5th Sunday of Lent

When I was five years of age, an elderly Sister of Charity of Mt St Vincent in New York taught me a memorable lesson. She had caught me accusing a playmate of a “crime.” She told me to point my finger at him one more time. I did. Then she asked none too sweetly, “Do you see that while one finger is pointed at the boy, three fingers are pointed at you yourself?” As young as I was, she had made her point indelibly. 

But she was not finished. “Try, James, to spend more time in the future improving your own faults,” she said with no trace of a smile. “Then you will not have time to criticize others.” To make matters worse the “charge” against my friend proved subsequently to be unjustified. The Charity religious should have been named a Doctor of the Church. 

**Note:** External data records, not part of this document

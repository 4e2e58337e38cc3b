import Box from '@mui/material/Box';
import { useQuery } from '@tanstack/react-query';
import { useSearchParams } from 'react-router-dom';
import { capital, listText } from '../../../lib/text';
import { DataTable } from '../../../shared-ui/data-table';
import { EmptyState } from '../../../shared-ui/empty-state';
import { TextField } from '../../../shared-ui/fields/text-field';
import { LoadingBars } from '../../../shared-ui/loading-bars';
import { PageTitle } from '../../../shared-ui/page-title';
import { ProblemAlert } from '../../../shared-ui/problem-alert';
import { peopleQuery, type Person } from '../api/people';

const rolesText = ({ roles }: Person): string => capital(listText(roles));

/** Who may do what: everybody of the club and the roles they hold. */
export default function ClubDeskPage() {
  const [search, setSearch] = useSearchParams();
  const name = search.get('name') ?? '';
  const people = useQuery(peopleQuery(name.trim()));
  const look = (text: string) => setSearch(text ? { name: text } : {}, { replace: true });
  return (
    <>
      <PageTitle tab="Club desk">
        Club <b>desk</b>
      </PageTitle>
      <Box sx={{ maxWidth: 320, my: '14px' }}>
        <TextField label="Name" value={name} onChange={look} />
      </Box>
      {people.isPending && <LoadingBars rows={8} label="Loading people" />}
      {people.isError && <ProblemAlert error={people.error} onRetry={() => void people.refetch()} />}
      {people.data?.total === 0 && (
        <EmptyState title="Nobody of that name">Clear the name to see everybody.</EmptyState>
      )}
      {people.data && people.data.total > 0 && (
        <DataTable
          label="People and their roles"
          columns={[
            { key: 'name', header: 'Person', cell: (person) => <b>{person.name}</b> },
            { key: 'roles', header: 'Roles', cell: rolesText },
          ]}
          rows={people.data.items}
          rowKey={({ id }) => id}
          footer={`${people.data.total} people`}
        />
      )}
    </>
  );
}
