import { readSettings } from './settings';

const GOOD = { PORT: '0', FAKE_SECRET_KEY: 'sk_test_x', FAKE_WEBHOOK_SECRET: 'whsec_x' };

describe('settings of the payment stand-in', () => {
  it('take the usual tariff when none is set', () => {
    expect(readSettings(GOOD).fee).toEqual({ basisPoints: 150, fixedMinor: 20 });
  });

  it.each(['PORT', 'FAKE_SECRET_KEY', 'FAKE_WEBHOOK_SECRET'])('name what is missing: %s', (name) => {
    expect(() => readSettings({ ...GOOD, [name]: undefined })).toThrow(`${name} is not set`);
  });

  it.each([
    ['PORT', '65536'],
    ['PORT', '-1'],
    ['FAKE_FEE_BASIS_POINTS', '1.5'],
    ['FAKE_LATE_MS', 'soon'],
  ])('refuse %s=%s and say so', (name, value) => {
    expect(() => readSettings({ ...GOOD, [name]: value })).toThrow(name);
  });
});
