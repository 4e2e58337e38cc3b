import type Stripe from 'stripe';
import { duesCheckout, idOf, type Scene, startScene, submitCard } from '../testing/payments';

let scene: Scene;
beforeEach(async () => {
  scene = await startScene();
});
afterEach(() => scene.close());

const open = (overrides?: Partial<Stripe.Checkout.SessionCreateParams>) =>
  scene.stripe.checkout.sessions.create(duesCheckout(overrides));

const reread = (session: Stripe.Checkout.Session) =>
  scene.stripe.checkout.sessions.retrieve(session.id, {
    expand: ['payment_intent.latest_charge.balance_transaction'],
  });

describe('the card page', () => {
  it('says that no money moves, what is paid for, and how much', async () => {
    const text = await (await fetch(String((await open()).url))).text();
    expect(text).toContain('Stand-in card page. No money moves.');
    expect(text).toContain('Dues 2027');
    expect(text).toContain('£48.00');
  });

  it('shows markup in a line as text', async () => {
    const product_data = { name: '<img src=x onerror=alert(1)>"&' };
    const session = await open({
      line_items: [{ price_data: { currency: 'gbp', unit_amount: 100, product_data } }],
    });
    const text = await (await fetch(String(session.url))).text();
    expect(text).not.toContain('<img');
    expect(text).toContain('&lt;img src=x onerror=alert(1)&gt;&quot;&amp;');
  });

  it('takes a good card, sends the payer on, and the money is in the balance less the fee', async () => {
    const session = await open();
    const response = await submitCard(String(session.url), '4242 4242 4242 4242');
    expect(response.status).toBe(303);
    expect(response.headers.get('location')).toBe(`http://portal.example/dues?session=${session.id}`);
    expect(await reread(session)).toMatchObject({
      status: 'complete',
      payment_status: 'paid',
      url: null,
      payment_intent: {
        status: 'succeeded',
        amount_received: 4800,
        metadata: { invoice: '42' },
        latest_charge: {
          paid: true,
          balance_transaction: { amount: 4800, fee: 92, net: 4708, type: 'charge' },
        },
      },
    });
  });

  it('sends the payer back with nothing paid', async () => {
    const session = await open();
    const response = await submitCard(String(session.url), '4242', 'back');
    expect([response.status, response.headers.get('location')]).toEqual([303, 'http://portal.example/dues']);
    expect(await reread(session)).toMatchObject({ status: 'open', payment_intent: null });
  });

  it('keeps a declined payment open, with what was typed, and takes a good card after it', async () => {
    const session = await open();
    const declined = await submitCard(String(session.url), '4000 0000 0000 0002');
    expect(declined.status).toBe(402);
    const text = await declined.text();
    expect(text).toContain('Your card was declined.');
    expect(text).toContain('value="4000 0000 0000 0002"');
    const first = await reread(session);
    expect(first).toMatchObject({
      status: 'open',
      payment_intent: {
        status: 'requires_payment_method',
        last_payment_error: { decline_code: 'generic_decline' },
      },
    });
    await submitCard(String(session.url), '4242424242424242');
    const second = await reread(session);
    expect(second).toMatchObject({ payment_status: 'paid', payment_intent: { last_payment_error: null } });
    expect(idOf(second.payment_intent)).toBe(idOf(first.payment_intent));
  });

  it('asks again for a number that cannot be a card, and no attempt is counted', async () => {
    const session = await open();
    const response = await submitCard(String(session.url), '4242 "><b>');
    expect(response.status).toBe(422);
    const text = await response.text();
    expect(text).toContain('Check the card number.');
    expect(text).toContain('value="4242 &quot;&gt;&lt;b&gt;"');
    expect(await reread(session)).toMatchObject({ payment_intent: null });
  });

  it('takes the money once when pay is pressed twice at the same time', async () => {
    const session = await open();
    const press = () => submitCard(String(session.url), '4242424242424242');
    const answers = await Promise.all([press(), press(), press()]);
    expect(answers.map(({ status }) => status).sort()).toEqual([303, 409, 409]);
    expect((await scene.stripe.balanceTransactions.list()).data).toHaveLength(1);
  });

  it('closes with the session', async () => {
    const session = await open();
    await scene.stripe.checkout.sessions.expire(session.id);
    expect((await submitCard(String(session.url), '4242424242424242')).status).toBe(410);
    expect((await fetch(`${scene.base}/pay/cs_test_unknown`)).status).toBe(404);
  });
});

describe('a slow card', () => {
  it('completes the session unpaid, and pays it when the bank has answered', async () => {
    const session = await open();
    expect((await submitCard(String(session.url), '4000 0000 0000 1018')).status).toBe(303);
    const early = await reread(session);
    expect(early).toMatchObject({
      status: 'complete',
      payment_status: 'unpaid',
      payment_intent: { status: 'processing' },
    });
    expect(await scene.control('confirm-late')).toEqual({ sessions: [session.id] });
    expect(await reread(session)).toMatchObject({
      payment_status: 'paid',
      payment_intent: { status: 'succeeded' },
    });
    await scene.receiver.waitFor(6);
    expect(scene.types()).toEqual([
      'payment_intent.created',
      'payment_intent.processing',
      'checkout.session.completed',
      'charge.succeeded',
      'payment_intent.succeeded',
      'checkout.session.async_payment_succeeded',
    ]);
  });

  it('may fail late: nothing is paid', async () => {
    const session = await open();
    await submitCard(String(session.url), '4000 0000 0000 2024');
    await scene.control('confirm-late');
    expect(await reread(session)).toMatchObject({ payment_status: 'unpaid' });
    await scene.receiver.waitFor(6);
    expect(scene.types().at(-1)).toBe('checkout.session.async_payment_failed');
  });
});

describe('a slow card left alone', () => {
  it('is confirmed by itself after the time set', async () => {
    const quick = await startScene({ lateMs: 30 });
    const session = await quick.stripe.checkout.sessions.create(duesCheckout());
    await submitCard(String(session.url), '4000 0000 0000 1018');
    await quick.receiver.waitFor(6);
    expect((await quick.stripe.checkout.sessions.retrieve(session.id)).payment_status).toBe('paid');
    await quick.close();
  });
});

The bad people of this Gospel story were the Scribes and Pharisees. They were proponents of capital punishment. None of us likes to identify with the heavies in any story. Yet, national polls show that despite the pleas of America’s bishops as many as 80% of us favor capital punishment. Do we really differ then that much from the antagonists of John’s Gospel today? 

Let us even refine the case more narrowly. Drunk and rowdy college students partied outside a prison in Florida. At the death hour, they cheered the electrocution of some poor wretch inside. Then, as his incinerated body passed them in a hearse, they loudly and cruelly saluted him with raised cans of beer. So much then for the innocent mirth of youth! Unhappily, though, it can be argued it was we their seniors who taught them this eye for an eye, tooth for a tooth philosophy. 

We have this lust for pay-back revenge even though our own Leader is the most celebrated victim of capital punishment in recorded history!

How would Jesus have reacted outside that Florida prison? I wager He would have been once again weeping. His tears would be not only for the just murdered man but also for the college students. I wager my sharp Sister of Charity would support that summation of her one-time first grade student. 

How is Old Sparky, aka the electric chair, or a lethal injection or gassing any different from the stoning clearly put down by the Christ in today’s Gospel? If one is genuinely pro life as many of us like to think we are, must we not struggle for life from the womb to the tomb? Given what the Master teaches us in this famous Gospel, must not rehabilitation rather than capital punishment be the most significant plank in our criminal justice system? And, if rehabilitation does not work, then there is always life behind bars without parole. The keys can justifiably be thrown away. Society must be protected. 

This Gospel does give us a lot to think about, does it not? It can cause us to sit down face in hand and rethink our own position on capital punishment. But I do suspect that is what our controversial Teacher intended in the first place. 

After all, His audiences did regularly run Him out of almost every town He preached in. Clearly He was not throwing pious platitudes at them. The record shows that every time He spoke it was a “go for broke” scenario. He was the supreme challenger. He remains so today. 

Scholars say that our early followers in the faith found themselves upset by this Gospel account. They wished John had never written it. In their mind, the narration has the Teacher being soft on sin. But this is sheer nonsense. Jesus does not say to the woman, “Worry not. Adultery is quite permissible.” Rather, He does say without qualification and, I dare say, with some anger once they were alone together, “Go, but do not sin again.” 

The next time you find yourself pointing a finger in accusation at someone, do steal a look at the three fingers that are accusingly pointing themselves at your own honorable self. Then put the wagons in a circle and reconsider your accusation. 

At that point, consider Mother Teresa’s advice. The fruit of silence is prayer. The fruit of prayer is faith. The fruit of faith is love. The fruit of love is service. The fruit of service is peace.